**Stored data entries**
def test_workers_read_the_reducers_files_with_their_buckets(tmp_path):
    """Tables read from the reducers' files one by one equal the table read whole, and every entry's
    reducer bucket (known from its file) is the hash the reducers use; a file without the bucket
    metadata (an older table) makes the reader fall back to the whole read."""
    from spark_align.engine import estep, mstep
    from spark_align.kernels import counts

    rng = np.random.default_rng(4)
    n = 4000
    dirs = rng.integers(0, 2, n).astype(np.int8)
    src, tgt = rng.integers(0, 200, n).astype(np.int32), rng.integers(0, 150, n).astype(np.int32)
    buffer = counts.CountBuffer()
    mstep.fold_rows(buffer, dirs, src, tgt, *estep.to_fixed(rng.random(n)))
    by_bucket: dict[int, list] = {}
    for bucket, data in mstep.payloads(buffer, 3):
        by_bucket.setdefault(bucket, []).append((bucket, data))
    lex = tmp_path / "lex"
    reduce = mstep.make_reducer(str(lex), 3, min_prob=tables.MIN_PROB, prune_below=None)
    for index in range(3):
        list(reduce(index, iter(by_bucket.get(index, []))))
    dirs_ = ("forward", "reverse")
    seg = tables.read_worker_tables(str(lex), dirs_)
    whole = tables.tables_from_arrow(tables.read_table_arrow(str(lex)), dirs_)
    ask = np.unique(np.concatenate([(rng.integers(0, 210, 3000).astype(np.int64) << 32) | rng.integers(0, 160, 3000),
                                    whole["forward"].keys[::2], whole["reverse"].keys[::3]]))
    for d in dirs_:
        assert np.array_equal(seg[d].keys, whole[d].keys) and np.array_equal(seg[d].probs, whole[d].probs)
        assert (seg[d].local(ask) > tables.MIN_PROB).sum() > 500

    part = pq.read_table(lex / mstep.part_name(1))
    pq.write_table(part.replace_schema_metadata(None), lex / mstep.part_name(1))
    old = tables.read_worker_tables(str(lex), dirs_)
    for d in dirs_:
        assert np.array_equal(old[d].keys, whole[d].keys) and np.array_equal(old[d].probs, whole[d].probs)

**What this task involves**
Word for word, retype each record.

**Solved problem**
def test_workers_read_the_reducers_files_with_their_buckets(tmp_path):
    """Tables read from the reducers' files one by one equal the table read whole, and every entry's
    reducer bucket (known from its file) is the hash the reducers use; a file without the bucket
    metadata (an older table) makes the reader fall back to the whole read."""
    from spark_align.engine import estep, mstep
    from spark_align.kernels import counts

    rng = np.random.default_rng(4)
    n = 4000
    dirs = rng.integers(0, 2, n).astype(np.int8)
    src, tgt = rng.integers(0, 200, n).astype(np.int32), rng.integers(0, 150, n).astype(np.int32)
    buffer = counts.CountBuffer()
    mstep.fold_rows(buffer, dirs, src, tgt, *estep.to_fixed(rng.random(n)))
    by_bucket: dict[int, list] = {}
    for bucket, data in mstep.payloads(buffer, 3):
        by_bucket.setdefault(bucket, []).append((bucket, data))
    lex = tmp_path / "lex"
    reduce = mstep.make_reducer(str(lex), 3, min_prob=tables.MIN_PROB, prune_below=None)
    for index in range(3):
        list(reduce(index, iter(by_bucket.get(index, []))))
    dirs_ = ("forward", "reverse")
    seg = tables.read_worker_tables(str(lex), dirs_)
    whole = tables.tables_from_arrow(tables.read_table_arrow(str(lex)), dirs_)
    ask = np.unique(np.concatenate([(rng.integers(0, 210, 3000).astype(np.int64) << 32) | rng.integers(0, 160, 3000),
                                    whole["forward"].keys[::2], whole["reverse"].keys[::3]]))
    for d in dirs_:
        assert np.array_equal(seg[d].keys, whole[d].keys) and np.array_equal(seg[d].probs, whole[d].probs)
        assert (seg[d].local(ask) > tables.MIN_PROB).sum() > 500

    part = pq.read_table(lex / mstep.part_name(1))
    pq.write_table(part.replace_schema_metadata(None), lex / mstep.part_name(1))
    old = tables.read_worker_tables(str(lex), dirs_)
    for d in dirs_:
        assert np.array_equal(old[d].keys, whole[d].keys) and np.array_equal(old[d].probs, whole[d].probs)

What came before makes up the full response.